#### WORK REQUIRED:
Give again the lines of the data from its first line through the line with "func reportPerEdge(b *testing.B, m". Change nothing.
*** Opening of EXERCISE DATA ***
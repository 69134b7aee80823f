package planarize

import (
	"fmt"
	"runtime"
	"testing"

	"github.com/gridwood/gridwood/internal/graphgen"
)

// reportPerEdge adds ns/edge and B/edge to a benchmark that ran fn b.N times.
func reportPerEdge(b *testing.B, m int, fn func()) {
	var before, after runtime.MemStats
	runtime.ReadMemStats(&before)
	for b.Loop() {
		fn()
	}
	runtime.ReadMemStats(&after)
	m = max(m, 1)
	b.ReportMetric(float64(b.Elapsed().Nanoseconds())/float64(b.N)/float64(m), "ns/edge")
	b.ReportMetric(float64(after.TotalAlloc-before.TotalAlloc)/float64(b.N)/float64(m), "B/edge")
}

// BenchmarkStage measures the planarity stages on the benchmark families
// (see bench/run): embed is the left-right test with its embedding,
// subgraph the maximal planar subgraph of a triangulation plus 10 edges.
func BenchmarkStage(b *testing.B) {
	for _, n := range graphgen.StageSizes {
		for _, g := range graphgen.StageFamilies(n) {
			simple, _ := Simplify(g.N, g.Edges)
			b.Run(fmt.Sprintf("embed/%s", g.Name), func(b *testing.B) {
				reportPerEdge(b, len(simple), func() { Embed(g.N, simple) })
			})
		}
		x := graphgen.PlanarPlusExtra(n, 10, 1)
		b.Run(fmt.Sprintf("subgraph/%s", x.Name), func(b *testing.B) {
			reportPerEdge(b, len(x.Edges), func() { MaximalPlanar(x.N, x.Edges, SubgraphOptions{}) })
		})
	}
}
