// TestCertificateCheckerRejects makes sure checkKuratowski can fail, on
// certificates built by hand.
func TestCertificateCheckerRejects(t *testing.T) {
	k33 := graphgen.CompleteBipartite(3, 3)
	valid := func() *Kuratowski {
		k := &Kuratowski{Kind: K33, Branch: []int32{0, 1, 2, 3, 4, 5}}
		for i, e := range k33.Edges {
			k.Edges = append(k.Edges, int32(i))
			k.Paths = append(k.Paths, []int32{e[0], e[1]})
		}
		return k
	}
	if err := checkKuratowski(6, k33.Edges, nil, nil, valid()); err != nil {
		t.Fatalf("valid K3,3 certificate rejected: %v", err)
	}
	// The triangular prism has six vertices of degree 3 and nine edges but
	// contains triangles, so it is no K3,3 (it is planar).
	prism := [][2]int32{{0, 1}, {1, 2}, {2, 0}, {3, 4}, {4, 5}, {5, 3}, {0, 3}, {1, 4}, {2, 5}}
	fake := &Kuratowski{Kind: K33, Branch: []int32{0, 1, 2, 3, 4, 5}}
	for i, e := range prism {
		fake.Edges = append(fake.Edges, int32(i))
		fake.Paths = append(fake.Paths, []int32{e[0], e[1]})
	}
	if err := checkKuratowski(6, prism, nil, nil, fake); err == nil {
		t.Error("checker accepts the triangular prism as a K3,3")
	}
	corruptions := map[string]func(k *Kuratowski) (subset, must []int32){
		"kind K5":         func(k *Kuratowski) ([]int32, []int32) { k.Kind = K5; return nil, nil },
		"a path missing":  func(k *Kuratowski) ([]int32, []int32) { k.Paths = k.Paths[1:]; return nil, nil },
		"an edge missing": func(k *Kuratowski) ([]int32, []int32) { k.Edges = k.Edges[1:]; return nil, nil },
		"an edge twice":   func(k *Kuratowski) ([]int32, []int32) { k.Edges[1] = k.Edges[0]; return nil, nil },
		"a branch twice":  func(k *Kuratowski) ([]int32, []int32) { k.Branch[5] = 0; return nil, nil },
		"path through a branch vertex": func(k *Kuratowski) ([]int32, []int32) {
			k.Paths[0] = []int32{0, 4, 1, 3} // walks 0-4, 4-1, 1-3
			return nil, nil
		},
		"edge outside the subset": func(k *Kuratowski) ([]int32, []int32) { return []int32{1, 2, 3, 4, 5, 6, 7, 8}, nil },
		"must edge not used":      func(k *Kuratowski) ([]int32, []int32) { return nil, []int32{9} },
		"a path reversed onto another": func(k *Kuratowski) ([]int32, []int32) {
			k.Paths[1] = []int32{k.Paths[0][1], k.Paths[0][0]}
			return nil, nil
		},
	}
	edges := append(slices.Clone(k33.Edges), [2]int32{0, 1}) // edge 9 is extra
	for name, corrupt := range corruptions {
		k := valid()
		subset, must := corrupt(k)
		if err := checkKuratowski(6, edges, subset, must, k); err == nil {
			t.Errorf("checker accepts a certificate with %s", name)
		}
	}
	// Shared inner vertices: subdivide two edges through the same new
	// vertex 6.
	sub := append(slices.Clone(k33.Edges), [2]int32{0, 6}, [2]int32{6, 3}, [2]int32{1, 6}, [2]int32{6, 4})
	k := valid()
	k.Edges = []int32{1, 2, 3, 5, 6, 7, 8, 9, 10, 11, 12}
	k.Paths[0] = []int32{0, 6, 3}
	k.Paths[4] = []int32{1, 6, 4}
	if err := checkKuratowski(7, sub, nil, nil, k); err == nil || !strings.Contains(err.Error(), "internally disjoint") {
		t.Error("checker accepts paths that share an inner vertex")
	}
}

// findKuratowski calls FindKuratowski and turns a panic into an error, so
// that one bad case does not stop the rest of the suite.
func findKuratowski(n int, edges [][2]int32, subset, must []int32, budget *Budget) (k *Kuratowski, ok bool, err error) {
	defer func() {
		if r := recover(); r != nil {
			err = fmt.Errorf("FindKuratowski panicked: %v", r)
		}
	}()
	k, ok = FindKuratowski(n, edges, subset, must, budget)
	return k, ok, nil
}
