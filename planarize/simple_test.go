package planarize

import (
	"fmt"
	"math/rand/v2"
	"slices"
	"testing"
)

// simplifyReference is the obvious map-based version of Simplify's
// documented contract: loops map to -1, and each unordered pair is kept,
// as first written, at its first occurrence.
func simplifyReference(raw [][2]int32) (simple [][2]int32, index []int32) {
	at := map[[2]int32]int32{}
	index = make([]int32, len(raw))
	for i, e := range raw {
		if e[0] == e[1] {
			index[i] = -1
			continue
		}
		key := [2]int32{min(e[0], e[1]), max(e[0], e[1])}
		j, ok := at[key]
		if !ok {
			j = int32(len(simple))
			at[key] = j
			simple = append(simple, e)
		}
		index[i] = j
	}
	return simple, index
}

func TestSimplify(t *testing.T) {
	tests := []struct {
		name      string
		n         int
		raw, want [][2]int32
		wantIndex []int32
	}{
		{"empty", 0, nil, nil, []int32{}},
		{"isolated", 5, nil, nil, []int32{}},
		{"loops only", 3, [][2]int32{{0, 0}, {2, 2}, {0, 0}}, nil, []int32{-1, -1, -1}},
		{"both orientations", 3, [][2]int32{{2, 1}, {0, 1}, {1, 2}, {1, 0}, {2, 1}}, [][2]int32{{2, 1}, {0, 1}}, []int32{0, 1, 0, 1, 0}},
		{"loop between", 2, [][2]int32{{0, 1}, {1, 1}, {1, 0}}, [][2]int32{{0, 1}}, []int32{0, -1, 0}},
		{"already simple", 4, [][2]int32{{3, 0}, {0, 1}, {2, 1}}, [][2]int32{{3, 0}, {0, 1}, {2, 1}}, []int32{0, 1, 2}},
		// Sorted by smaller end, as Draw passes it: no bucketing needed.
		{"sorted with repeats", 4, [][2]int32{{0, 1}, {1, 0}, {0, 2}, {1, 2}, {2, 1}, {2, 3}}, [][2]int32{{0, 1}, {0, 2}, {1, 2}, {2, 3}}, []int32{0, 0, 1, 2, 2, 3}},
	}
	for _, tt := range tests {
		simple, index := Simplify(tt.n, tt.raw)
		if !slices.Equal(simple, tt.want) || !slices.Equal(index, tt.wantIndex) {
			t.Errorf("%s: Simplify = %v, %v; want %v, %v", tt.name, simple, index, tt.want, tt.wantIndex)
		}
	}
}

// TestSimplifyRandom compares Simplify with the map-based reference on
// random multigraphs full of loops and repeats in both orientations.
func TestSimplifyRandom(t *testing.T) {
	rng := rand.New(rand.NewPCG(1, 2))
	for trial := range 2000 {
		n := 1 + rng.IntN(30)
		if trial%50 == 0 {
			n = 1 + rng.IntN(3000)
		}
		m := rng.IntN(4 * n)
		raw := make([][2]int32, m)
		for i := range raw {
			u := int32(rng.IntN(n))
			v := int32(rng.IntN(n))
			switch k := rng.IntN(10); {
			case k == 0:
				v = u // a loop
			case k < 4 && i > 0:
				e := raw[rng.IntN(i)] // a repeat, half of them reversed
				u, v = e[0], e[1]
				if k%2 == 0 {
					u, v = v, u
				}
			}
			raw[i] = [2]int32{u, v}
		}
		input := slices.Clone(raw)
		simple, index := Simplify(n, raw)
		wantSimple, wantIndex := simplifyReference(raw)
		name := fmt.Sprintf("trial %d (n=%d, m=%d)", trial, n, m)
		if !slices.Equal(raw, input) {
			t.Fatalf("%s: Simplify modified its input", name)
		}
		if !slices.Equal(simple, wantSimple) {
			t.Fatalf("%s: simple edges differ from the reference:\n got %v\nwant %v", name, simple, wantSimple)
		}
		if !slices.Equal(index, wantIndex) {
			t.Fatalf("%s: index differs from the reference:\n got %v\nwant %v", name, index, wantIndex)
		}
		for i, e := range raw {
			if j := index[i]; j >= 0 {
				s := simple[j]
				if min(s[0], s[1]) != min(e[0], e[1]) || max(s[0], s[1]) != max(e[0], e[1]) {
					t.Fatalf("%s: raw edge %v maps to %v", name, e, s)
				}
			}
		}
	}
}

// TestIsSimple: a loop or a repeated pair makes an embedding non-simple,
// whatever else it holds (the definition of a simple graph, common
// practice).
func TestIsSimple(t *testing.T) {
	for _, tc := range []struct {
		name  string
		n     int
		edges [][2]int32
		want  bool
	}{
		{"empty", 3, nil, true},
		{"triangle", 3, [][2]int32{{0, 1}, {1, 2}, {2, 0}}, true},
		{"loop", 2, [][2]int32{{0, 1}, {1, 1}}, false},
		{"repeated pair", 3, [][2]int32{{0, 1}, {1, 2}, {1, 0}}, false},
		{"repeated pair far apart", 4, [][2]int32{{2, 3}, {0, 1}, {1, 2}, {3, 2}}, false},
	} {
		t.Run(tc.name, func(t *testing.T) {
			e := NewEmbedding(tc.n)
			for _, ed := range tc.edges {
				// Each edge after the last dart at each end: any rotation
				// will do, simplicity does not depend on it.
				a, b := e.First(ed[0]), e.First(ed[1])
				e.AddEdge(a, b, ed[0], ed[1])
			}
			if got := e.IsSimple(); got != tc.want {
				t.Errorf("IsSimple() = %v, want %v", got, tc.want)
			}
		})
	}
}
*** Close of EXERCISE DATA ***
#### RESPONSE TO THE TASK:
repository 69134b7aee80823f
package planarize

import (
	"fmt"
	"runtime"
	"testing"

	"github.com/gridwood/gridwood/internal/graphgen"
)

// reportPerEdge adds ns/edge and B/edge to a benchmark that ran fn b.N times.
func reportPerEdge(b *testing.B, m int, fn func()) {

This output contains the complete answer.